Hi everyone,
I came across this used/cancelled Borgata Casino playing card recently and was hoping if someone can shed some light on this particular deck. I'm pretty certain this was actually used by the casino table games and was sold at their gift shops years ago. The holes are punched on all of the cards. Was this particular deck the first generation of Borgata playing cards? I think they now go with Gemaco as their source for playing cards.
I don't know how long the Borgata's been in business, but if I had to guess, I'd say that's a rather old deck there, relatively speaking. The process for canceling decks at casinos about 20-ish years ago or more used to be just an off-center, drilled-in hole created on a drill press. These days, they often will use a heavy black magic marker to make a line along each side of the deck, then use a band saw to slice off an entire corner of the pack, often while the cards are still in the box, resulting in a very uneven cut from card to card - it makes the cards nearly unusable in a serious poker game without some major alteration of their alterations to keep the cards from being considered "marked."

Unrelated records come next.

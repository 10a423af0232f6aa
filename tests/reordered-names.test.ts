/**
 * The same words in another order ("Islands, Carrow" against "Carrow Islands", a catalogue's
 * inverted heading): a key match with less credit, for firms, places and vessels, never for
 * persons. An invented table of the gazette's places, firms and people.
 */
import { afterAll, beforeAll, describe, expect, it } from "vitest";
import { openTableKb, type TableKb } from "./helpers/table-kb.js";

const TABLE = [
  "id,name,type,description",
  "L1,Carrow Islands,place,islands at the river mouth",
  "L2,Carrow,town,market town",
  "F1,Tolley Valley Railway,firm,railway company",
  "P1,Thomas John,person,lighterman",
  "",
].join("\n");

let table: TableKb;
const link = (text: string, type: string) => table.linker.link({ id: "m", text, type });

beforeAll(async () => {
  table = await openTableKb(TABLE, "hawser-reordered-");
});

afterAll(() => table.close());

describe("names whose words are reordered", () => {
  it("link as a key match with less credit than the same order", () => {
    const r = link("Islands, Carrow", "LOC");
    expect(r.entity).toBe("L1");
    expect(r.reasons.map((x) => x.code)).toContain("name-reordered");
    expect(r.candidates[0]?.features.exactKey).toBe(0.75);
    const f = link("Railway, Tolley Valley", "ORG");
    expect(f.entity).toBe("F1");
    expect(f.reasons.map((x) => x.code)).toContain("name-reordered");
  });

  it("do not make a key match of a person's two names swapped", () => {
    const r = link("John Thomas", "PER");
    expect(r.reasons.map((x) => x.code)).not.toContain("name-reordered");
    expect(r.candidates.find((c) => c.entity === "P1")?.features.exactKey ?? 0).toBe(0);
  });
});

Some casinos have even ended the practice of selling floor-used, canceled decks as souvenirs - when I was in the Wynn and Encore casinos last spring, they were only selling souvenir decks custom-printed for that purpose, not floor-used decks that had been canceled. The store staff informed me they no longer carried canceled decks.
Interesting bit of trivia - in the state of Nevada, all the casinos use prison labor to re-sort canceled decks into packs for later sale to tourists. The prisoners themselves are not permitted to keep any of the casino-used decks for their own use; they're considered contraband. Prisoners are typically paid pennies an hour - the most recent data I could get was from 2001, but back then, Nevada prisoners were paid as little as $0.25/hour. Paltry as it sounds, it's better than in some states - there's a few that don't pay prisoners at all. In general, they typically earn nothing even close to minimum wage, in the process taking jobs away from the general public that would have paid at least minimum wage. Attempts by prisoners to protest this governmental and corporate exploitation are usually suppressed and hidden from the media.